Yay!!! only 4 1/2 hrs until my Dr appt....but who's counting
I think the Dr said he is going to measure my cervix today and hopefully we get another sneak peak at the babies. We listened to the heartbeats again last night, it's such an amazing experience. The thing I get excited about is that this is hubby's 1st time as well. He didn't know about Taylor until she was a month old, so he didn't experience any heartbeats, growing belly, ultrasounds and all the other wonderful stuff that comes along with pregnancy. It's nice that we have this 1st together
Plus it's pretty cool that Tay is old enough to understand what is happening. I can't believe she is already 11 and will be 12 a couple months after they are born. Since my Grandma was a fraternal twin, she had a brother, I kinda had it in the back of my head that I would have multiples one day. So a couple of years ago when Tay and I were talking about faith and how God knows what's best, I also said that maybe He was waiting until Tay was older because maybe I will have more than one and I need the help. I would of never guessed in a million years that there would be 3!
When I was pregnant in September with twins (Tay doesn't know about this pregnancy) she told me, wouldn't that be cool if you had triplets?!?!?! I was like girlfriend please, are you crazy?!?!?! I said why, you want one baby for each of us? lol! Then I said, maybe twins would be easier and she agreed.

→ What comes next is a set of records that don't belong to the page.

using System.Buffers.Binary;
using System.IO.Compression;

namespace PanelChoice.Data;

/// <summary>
/// The unpacked content of a gzip file, which counts what it hands out: the runtime's decoder takes the end of a file that was cut off for
/// the end of its content, so that the length stored in the last four bytes (RFC 1952) is the only witness.
/// </summary>
internal sealed class GzipContent(Stream packed) : Stream
{
    private readonly GZipStream content = new(packed, CompressionMode.Decompress, leaveOpen: true);
    private uint length;

    public override bool CanRead => true;

    public override bool CanSeek => false;

    public override bool CanWrite => false;

    public override long Length => throw new NotSupportedException();

    public override long Position
    {
        get => throw new NotSupportedException();
        set => throw new NotSupportedException();
    }

    /// <summary>Whether all content was handed out.</summary>
    public bool IsAtEnd { get; private set; }

    /// <summary>Whether what was handed out is as long as the file says, modulo 2^32; to be asked at the end of the content.</summary>
    public bool IsWhole()
    {
        Span<byte> stored = stackalloc byte[4];
        packed.Position = packed.Length - stored.Length;
        packed.ReadExactly(stored);
        return BinaryPrimitives.ReadUInt32LittleEndian(stored) == length;
    }

    public override int Read(byte[] buffer, int offset, int count) => Read(buffer.AsSpan(offset, count));

    public override int Read(Span<byte> buffer)
    {
        var count = content.Read(buffer);
        IsAtEnd |= count == 0 && buffer.Length > 0;
        length = unchecked(length + (uint)count);
        return count;
    }

    public override void Flush()
    {
    }

    public override long Seek(long offset, SeekOrigin origin) => throw new NotSupportedException();

    public override void SetLength(long value) => throw new NotSupportedException();

    public override void Write(byte[] buffer, int offset, int count) => throw new NotSupportedException();

    protected override void Dispose(bool disposing)
    {
        if (disposing) content.Dispose();
        base.Dispose(disposing);
    }
}
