using System.Collections.Immutable;

namespace PanelChoice.Data;

/// <summary>What the occasion column holds.</summary>
public enum OccasionKind
{
    /// <summary>There is none: each person has one occasion.</summary>
    None,

    /// <summary>Whole numbers.</summary>
    WholeNumber,

    /// <summary>Dates, held as days since 0001-01-01 (<see cref="DateOnly.DayNumber"/>).</summary>
    Date,
}

/// <summary>A text column held as whole-number codes and their values.</summary>
/// <param name="Codes">Code of each row, an index into <paramref name="Levels"/>, or <see cref="NoValue"/>.</param>
/// <param name="Levels">The distinct values in ordinal order.</param>
public sealed record CodedColumn(ImmutableArray<int> Codes, ImmutableArray<string> Levels)
{
    /// <summary>The code of an empty cell; only text attributes have it, and only on rows that were not offered.</summary>
    public const int NoValue = -1;
}

/// <summary>The needed columns of a long data file, row by row in the file's order, typed and checked cell by cell.</summary>
/// <param name="File">Data file as the study writes it.</param>
/// <param name="Sha256">Lower-case hexadecimal SHA-256 of the file's bytes as stored.</param>
/// <param name="SourceRow">Row number of the file for each row (CSV: the header is row 1; Parquet: the first record is row 1).</param>
/// <param name="Person">Person ids.</param>
/// <param name="OccasionKind">What <paramref name="Occasion"/> holds.</param>
/// <param name="Occasion">Whole number or day number of each row; 0 throughout without an occasion column.</param>
/// <param name="Alternative">Alternative names.</param>
/// <param name="Chosen">Whether the row is the chosen one.</param>
/// <param name="Offered">Whether the alternative was available.</param>
/// <param name="Weight">Sampling weight of each row; empty without weights.</param>
/// <param name="Numbers">Numeric columns by name; NaN marks an empty cell on a row that was not offered.</param>
/// <param name="Texts">Text columns by name (columns used with <c>is</c> or <c>levels</c>, and the cluster column).</param>
public sealed record ChoiceTable(
    string File,
    string Sha256,
    ImmutableArray<long> SourceRow,
    CodedColumn Person,
    OccasionKind OccasionKind,
    ImmutableArray<long> Occasion,
    CodedColumn Alternative,
    ImmutableArray<bool> Chosen,
    ImmutableArray<bool> Offered,
    ImmutableArray<double> Weight,
    ImmutableDictionary<string, ImmutableArray<double>> Numbers,
    ImmutableDictionary<string, CodedColumn> Texts)
{
    /// <summary>Number of rows.</summary>
    public int Rows => SourceRow.Length;
}
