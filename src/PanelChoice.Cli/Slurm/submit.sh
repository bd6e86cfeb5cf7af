#!/bin/bash
# Sends a study to Slurm: an array of tasks that make its parts, and a job that gathers them when all tasks have ended.
#
#     submit.sh STUDY PARTS DIR [options for sbatch ...]
#     submit.sh study.toml 16 parts --cpus-per-task=4 --mem=8G --time=2:00:00
#
# Everything goes to DIR: parts, logs, result. Given again, it makes what is missing. The program is the one beside this folder, or
# the one that the variable PANELCHOICE names (an executable, or a .dll for dotnet to run).
set -euo pipefail
if [ $# -lt 3 ] || ! [ "$2" -ge 1 ] 2>/dev/null; then
    echo "usage: submit.sh STUDY PARTS DIR [options for sbatch ...]" >&2
    exit 64
fi
study=$1 parts=$2 folder=$3
shift 3
[ -f "$study" ] || { echo "submit.sh: $study: there is no such study file" >&2; exit 66; }
here=$(dirname "$(readlink -f "${BASH_SOURCE[0]}")")
if [ -z "${PANELCHOICE:-}" ] && [ -f "$here/../PanelChoice.Cli.dll" ]; then
    PANELCHOICE=$(readlink -f "$here/../PanelChoice.Cli.dll")
fi
export PANELCHOICE=${PANELCHOICE:-panelchoice}
mkdir -p "$folder"
array=$(sbatch --parsable --array="1-$parts" --output="$folder/part-%a.log" "$@" "$here/part.sh" "$study" "$parts" "$folder")
array=${array%%;*}
gather=$(sbatch --parsable --dependency="afterany:$array" --output="$folder/gather.log" "$@" "$here/gather.sh" "$folder")
echo "array $array makes $parts parts, job ${gather%%;*} gathers them; everything goes to $folder"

It's funny to look back at my prayers and rants to God saying, "Lord...I'm just asking for 1 healthy baby, can't I just have that???" Then He probably laughed and thought....just you wait my dear, I have something spectacular in store for you.
People keep asking if I'm excited or how I feel and honestly, It's still surreal. I think the past miscarriages have put a shield against my heart to keep me from getting hurt. I don't know when it will become real, the sickness is real, the heartbeats are real and the little ones on the ultrasound screen are real, I pray that I don't waste one moment of this pregnancy falling back to the emotions of the past. I want to live in the now and right now I AM PREGNANT!!!
Thank you Lord for continually watching over us and being with us every step of the way. I pray for all of the ladies on this thread that have been such an encouragement to me, I ask that you give them a double blessing today. I also pray for any guests that come and read this thread, that you would touch them and allow them to feel your presence. Thank you for all your love and peace. In your precious name I pray, AMEN!